本に閉じ込めたと言ったのは私の本気を引き出したかったからだという。
こっちは本気過ぎて嫌なものまで引き出してしまった・・・・。
迷惑をかけたスレイダー達にはツェンレン王から多額の見舞金が出ていた。
テッセイはその金で屯所に遊びに来る子供たちにあれこれ買ってあげたそうだ。カルタスは自分が破壊したエンリケの事務所の補習作業費に当ててもらったらしい。
残りの2人はさてどう使ったのだろうか・・・・。
サイカワは例によって地獄の筋肉痛で病院に戻った。もう病院にいる時間の方が長い気がする。
スレイダーは戻った後でシトリンに物凄く怒られたらしい。後日「七星より怖かったよ」と彼はそう言って苦笑していた。

そして七星の3人は・・・・・。
「お前達の身柄は当分私が預かるよ。父を通して王にも話が通っているのでそのつもりで」
シンクレアが薬局の雑用を手伝わせている3人にそう言った。
はーい、とオルヴィエ達が返事をする。
「はー、さてじゃあ今回は身体も動かして疲れたし、早速仮眠をとってくることにするよ。店番しっかりな」
シンクレアはそう言って奥へ引っ込んでいった。
それを見届けてから、3人がやった、と手を打ち合わせた。
「万事計画通りね」
「いや上手くいくものだ」
「お祭りまでこっちにいられるねー」
そんな事を言い合っている。
・・・・て、まさか聖誕祭までこの町に居座るつもりで?
「だってね、聖誕祭なんか自国で迎えるものじゃないんだってば。こっちはお偉いさんだし式典の取り纏めで面倒なだけで全然楽しめないんだから!」
うんざり、とオルヴィエが肩をすくめて見せる。
「それに今年の祭り、この町には歌姫セシルが来ると言うではないか。拙者はもう色紙を準備しておる」
ゲンウが懐から大事そうに色紙を出す。
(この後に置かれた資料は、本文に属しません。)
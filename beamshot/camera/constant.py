"""The camera's absolute-scale constant from one photo of a lit wall and a lux-meter reading.

Wall illuminance and linear pixel value are related by ``E = K v N^2 / (t S)`` (ISO 12232:
focal-plane exposure ``H = q L t / N^2``, Lambertian wall ``L = rho E / pi``, signal
``v = H S / 78``; hence ``K = 78 pi / (q rho)`` for an ideal camera).  Measuring ``K`` once with
a lux meter folds the lens factor, the camera's true sensitivity and the wall's reflectance
into one number; later photos at other exposure settings then give lux without a meter.
"""

from __future__ import annotations

import numpy as np

from ..errors import BeamshotError
from ..photo import ExifFacts
from .linearize import LinearImage

__all__ = ["PATCH_FRACTION", "UNIFORMITY_LIMIT", "camera_constant"]

#: Radius of the metered patch as a fraction of the image diagonal.
PATCH_FRACTION = 0.01
#: Relative spread within the patch above which the wall is too uneven at the meter.
UNIFORMITY_LIMIT = 0.05


#: The largest lux reading accepted (the same limit as ``analyze``; direct sunlight is ~1e5 lx).
MAX_LUX = 2e6


def camera_constant(image: LinearImage, exif: ExifFacts, lux: float, at_xy: tuple[float, float] | None, *,
                    meter_accuracy: float, name: str = "photo") -> tuple[float, float, dict]:
    """``(K, relative 1-sigma, notes)`` from a lux reading at full-resolution pixel ``at_xy``."""
    if not exif.has_exposure:
        raise BeamshotError(f"{name}: the EXIF lacks exposure time, f-number or ISO, which the constant needs")
    if not np.isfinite(lux) or lux <= 0 or lux > MAX_LUX:
        raise BeamshotError(f"the lux reading must be a positive number up to {MAX_LUX:g} lx (full sunlight is about "
                            f"1e5 lx), not {lux:g}; give the meter's reading on the lit wall")
    h_full, w_full = image.full_shape
    x, y = at_xy if at_xy is not None else ((w_full - 1) / 2.0, (h_full - 1) / 2.0)
    if not (0 <= x < w_full and 0 <= y < h_full):
        raise BeamshotError(f"--at {x:g},{y:g} is outside the {w_full}x{h_full} photo")
    b = image.bin_factor
    cx, cy = (x - (b - 1) / 2) / b, (y - (b - 1) / 2) / b
    r = max(2.0, PATCH_FRACTION * np.hypot(*image.shape))
    yy, xx = np.ogrid[: image.shape[0], : image.shape[1]]
    patch = (xx - cx) ** 2 + (yy - cy) ** 2 <= r * r
    if np.any(image.saturated[patch]):
        raise BeamshotError(f"{name}: the metered patch is clipped; lower the exposure")
    vals = image.luminance[patch]
    v = float(np.mean(vals))
    if v <= 1e-4:
        raise BeamshotError(f"{name}: the metered patch is black; light the wall and expose it well")
    spread = float(np.std(vals) / v)
    notes = {"lux_reading": lux, "at_px": [float(x), float(y)], "patch_mean_linear": v,
             "patch_relative_spread": spread, "meter_accuracy": meter_accuracy,
             "exposure": {"t_s": exif.exposure_time_s, "f_number": exif.f_number, "iso": exif.iso}}
    if spread > UNIFORMITY_LIMIT:
        notes["warning"] = (f"the wall varies by {spread:.0%} across the metered patch; "
                            "meter an evenly lit area")
    k = lux * exif.exposure_time_s * exif.iso / (v * exif.f_number**2)
    rel = float(np.hypot(meter_accuracy, spread / np.sqrt(max(1, patch.sum()))))
    return float(k), rel, notes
サイン貰う気ですか・・・・。
「美味しいもの沢山食べてー。パレード見てー。ライブも見てー。楽しみだね」
ぱたぱたとコトハの尻尾が揺れている。
じゃあ私の引き抜き云々の話は?
「あ、それねー。歌姫セシルの招致合戦に負けたうちの王様が仕返しに嫌がらせしてやるって。先生この町で有名人なんでしょ?まあちょうど私たち一年前に1人国を飛び出しちゃってて、それ以来ずっと六星だからねぇちょうどよかったし」
うなああそんなしょうもない理由で!!!
「でもちょっと残念。来て欲しかったな、ツェンレンに・・・。いい友達になれると思ったけど」
・・・・友達にはなれるさ。国境も地位も関係ない。
「左様。戦いが終わって一緒にたぬきソバをすすればその瞬間から親友だ」
たぬきソバはここにはないけどな。
「もう仲良しだもんねー」
コトハが抱きついてくる。
やれやれ・・・・。

こうして獣達の王国から来た七星たちの巻き起こした騒ぎは収まり。
私は階下に騒がしい住民を増やす事になったのだった。